わっと驚き、お互いすんでのところで止まると、鶴真は相手の人物が誰であるかに気づき、慌てて片膝をついた。
「大変失礼を。申し訳ございません阿久留さま!」
彼の目の前には、鶴真より少し背の低い、濃縹の衣をまとった少年がいた。癖のある青灰の髪は裏側の白髪が見え隠れし、丸い瞳は真珠のごとく半透明である。その幼いながらも健気で気品溢れる佇まいは、山野に咲く桔梗の花を連想させた。
阿久留は鶴真を認めると、強ばっていた表情を和らげ優しく笑いかけた。
「なんだ、鶴真でしたか。びっくりしましたよ。僕こそ急に飛び出してしまってすみません」
「とんでもございません……」
「弓の鍛錬の途中で、車宿に戻る牛車を見たから、兄上が帰ってきたのだと思い、つい気持ちが逸ってしまったのです」
部屋から出た阿久留は背の高い兄を見上げる。
「おかえりなさい、兄上」
「ああ。なんだか久しぶりに会った気がするな」
阿嵐がくしゃくしゃに頭を撫でると、いっそう嬉しそに笑った。
阿久留は東浪見家の次男坊である。阿嵐が幼い頃に隠居生活を初めてからこれまで、長男に代わって家に残り、父上の傍で帰りを待ってくれていた。阿嵐の数少ない味方の一人である。
「それはもう、兄上は去年の末からたびたび帰られるようになったのに、僕に会いもせずすぐ出掛けてしまわれてたじゃないですか。贈り物だけを置いて行かれても困りますよ」
「気に入らなかったか?」
「そうではなく。お忙しいのは承知しているのですが、ただ僕は、兄上とゆっくりお話をする時間が欲しいと思って」
控えめな阿久留の態度に、阿嵐はさすがに後ろめたい気持ちが沸いた。

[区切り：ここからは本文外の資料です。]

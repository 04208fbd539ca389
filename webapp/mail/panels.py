"""The safety officer's view of e-mail that has not gone out yet."""
from __future__ import annotations

from flask import url_for

from models.core.outbox import undelivered
from models.people.tables import Person, Role
from webapp.extensions import db
from webapp.slots import Attention, Severity, attention, home_panels


@home_panels.add("mail/_undelivered.html", {Role.SAFETY_OFFICER}, order=5)
def undelivered_panel(_person: Person) -> dict:
    """How many messages wait to be sent, and the oldest of them with their last error."""
    count, oldest = undelivered(db.session)
    return {"count": count, "messages": oldest}


@attention.add(order=70)
def _undelivered_line() -> list[Attention]:
    """One line while alerts or reminders wait to be sent."""
    count, _ = undelivered(db.session, limit=0)
    if not count:
        return []
    return [Attention(Severity.UNDELIVERED_MAIL,
                      f"{count} e-mail{'s' if count != 1 else ''} not delivered yet: alerts may not "
                      "have reached anyone; tell people in person and check the mail settings",
                      url_for("home.index", _anchor="undelivered-mail"), "mail not sent")]
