/// How much of a block's options to decode (its keys and option counts are always decoded).
#[derive(Clone, Copy, Debug)]
pub enum Upto<'k> {
    /// The options of the first `n` sources.
    Sources(usize),
    /// The options of the source equal to this key, if the block holds it (none otherwise),
    /// from the last resume point at or before it (else from the first source).
    Key(&'k [u8]),
    /// The options of source `r` (from the last resume point at or before it) and of every
    /// source after it when `to_end`.
    Source(usize, bool),
    /// Like [`Upto::Key`], but keys are decoded only as far as needed: up to the first key not
    /// below this one when it is missing, or when a resume point lets decoding jump to its
    /// options; the records then hold only the keys up to it (for one lookup, not a cache).
    Lookup(&'k [u8]),
}

/// The decoded form of a block, also what the writer fills before encoding.
#[derive(Clone, Debug, Default)]
pub struct BlockRecords {
    /// Keys' bytes, concatenated.
    pub key_bytes: Vec<u8>,
    /// End of each key in `key_bytes`.
    pub key_ends: Vec<u32>,
    /// End of each source's options (cumulative option counts).
    pub option_ends: Vec<u32>,
    /// Target rank of each option.
    pub targets: Vec<u32>,
    /// Score codes of each option, `width` little-endian bytes per column.
    pub codes: Vec<u8>,
    /// Links of every option, concatenated.
    pub links: Vec<(u16, u16)>,
    /// End of each option's links (empty when alignments are not stored).
    pub link_ends: Vec<u32>,
    /// Counts, `n_counts` per option.
    pub counts: Vec<u64>,
    /// End of the sources whose options are decoded (all of them once fully decoded).
    pub with_options: usize,
    /// First source whose options are decoded (0 unless decoding resumed inside the block):
    /// the option columns above start with its options.
    pub options_from: usize,
}

/// What a block's layout depends on.
#[derive(Clone, Debug)]
pub struct BlockShape {
    /// Bytes per score code, per column (1, 2 or 4).
    pub widths: Vec<usize>,
    /// Whether alignments are stored.
    pub alignment: bool,
    /// Count columns.
    pub counts: usize,
}

impl BlockShape {
    /// Bytes of score codes per option.
    pub fn code_bytes(&self) -> usize {
        self.widths.iter().sum()
    }
}
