impl<'a> RansSource<'a> {
    /// Starts decoding `data`; `None` if it is too short to hold a state.
    pub fn new(models: &'a Models, data: &'a [u8]) -> Option<RansSource<'a>> {
        let head: [u8; 4] = data.get(..4)?.try_into().ok()?;
        let x = u32::from_be_bytes(head);
        if x < RANS_L {
            return None;
        }
        Some(RansSource {
            models,
            data,
            pos: 4,
            x,
        })
    }

    #[inline]
    fn renormalize(&mut self) -> Option<()> {
        // A decoding step leaves the state at 2^11 or more, so two bytes always suffice.
        if self.x < RANS_L {
            if let Some(&[a, b]) = self.data.get(self.pos..self.pos + 2).map(|s| s as &[u8]) {
                if self.x < RANS_L >> 8 {
                    self.x = (self.x << 16) | (u32::from(a) << 8) | u32::from(b);
                    self.pos += 2;
                } else {
                    self.x = (self.x << 8) | u32::from(a);
                    self.pos += 1;
                }
            } else {
                while self.x < RANS_L {
                    let b = *self.data.get(self.pos)?;
                    self.pos += 1;
                    self.x = (self.x << 8) | u32::from(b);
                }
            }
        }
        Some(())
    }

    #[inline]
    fn symbol(&mut self, model: usize) -> Option<u8> {
        let table = self.models.slots.get(model)?;
        let slot = self.x & (PROB_SCALE - 1);
        let sym = *table.get(slot as usize)?;
        let e = self.models.pairs[model][usize::from(sym)];
        self.x = (e & 0xffff) * (self.x >> PROB_BITS) + slot - (e >> 16);
        self.renormalize()?;
        Some(sym)
    }

    #[inline]
    fn bits(&mut self, mut bits: u32) -> Option<u64> {
        let mut v = 0u64;
        while bits > 0 {
            let k = bits.min(8);
            bits -= k;
            let slot = self.x & (PROB_SCALE - 1);
            let chunk = slot >> (PROB_BITS - k);
            let f = PROB_SCALE >> k;
            self.x = f * (self.x >> PROB_BITS) + slot - chunk * f;
            self.renormalize()?;
            v = (v << k) | u64::from(chunk);
        }
        Some(v)
    }
}

impl SymbolSource for RansSource<'_> {
    #[inline]
    fn byte(&mut self, model: usize) -> Option<u8> {
        self.symbol(model)
    }
    #[inline]
    fn number(&mut self, model: usize) -> Option<u64> {
        let class = self.symbol(model)?;
        if class < 16 {
            return Some(u64::from(class));
        }
        let (base, bits) = class_base(class)?;
        Some(base | self.bits(bits)?)
    }
    fn finished(&self) -> bool {
        self.pos == self.data.len() && self.x == RANS_L
    }
    fn resume(&mut self, state: u32, pos: usize) -> bool {
        if state < RANS_L || pos < 4 || pos > self.data.len() {
            return false;
        }
        self.x = state;
        self.pos = pos;
        true
    }
}

#[cfg(test)]
mod tests {
    use super::*;

    #[test]
    fn number_classes_round_trip() {
        for v in (0..5000u64).chain([u64::MAX, 1 << 40, (1 << 33) + 7, 65535, 65536]) {
            let (c, extra, bits) = number_class(v);
            let (base, b) = class_base(c).unwrap();
            assert_eq!(b, bits);
            assert_eq!(base | extra, v, "value {v}");
        }
    }

    #[test]
    fn rans_round_trips_mixed_symbols() {
        let mut counter = Counter::new(2);
        let symbols: Vec<(usize, u64)> = (0..3000u64)
            .map(|i| ((i % 2) as usize, (i * i * 7919) % (1 + i % 700)))
            .collect();
        for &(m, v) in &symbols {
            if m == 0 {
                counter.byte(0, v as u8);
            } else {
                counter.number(1, v);
            }
        }
        let models = Models::from_counts(&counter.counts);
        let models = Models::decode(&models.encode(), 2).unwrap();
        let mut sink = RansSink::new(&models);
        for &(m, v) in &symbols {
            if m == 0 {
                sink.byte(0, v as u8);
            } else {
                sink.number(1, v);
            }
        }
        let mut out = Vec::new();
        sink.finish(&mut out);
        let mut src = RansSource::new(&models, &out).unwrap();
        for &(m, v) in &symbols {
            let got = if m == 0 {
                u64::from(src.byte(0).unwrap())
            } else {
                src.number(1).unwrap()
            };
            assert_eq!(got, if m == 0 { v as u8 as u64 } else { v });
        }
        assert!(src.finished());
    }

    #[test]
    fn frequencies_sum_to_the_scale_and_keep_rare_symbols() {
        let mut c = [0u64; 256];
        c[0] = 1_000_000_000;
        for x in c.iter_mut().skip(1) {
            *x = 1;
        }
        let f = normalize(&c);
        assert_eq!(f.iter().map(|&x| u32::from(x)).sum::<u32>(), PROB_SCALE);
        assert!(f.iter().all(|&x| x >= 1));
    }
}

弟はこの広い屋敷で大人に囲まれながら健康に育ったが、代わりに家族が傍にいてくれた時間は非常に短かった。またには兄に甘えたくなるのも当然である。
「……そうか。長らくお前を一人にさせてしまっていたのに、構ってやれずすまなかった」
反省の意も込めて中央にある町から彼の喜びそうな品を用意したが、それは自己満足だったようだ。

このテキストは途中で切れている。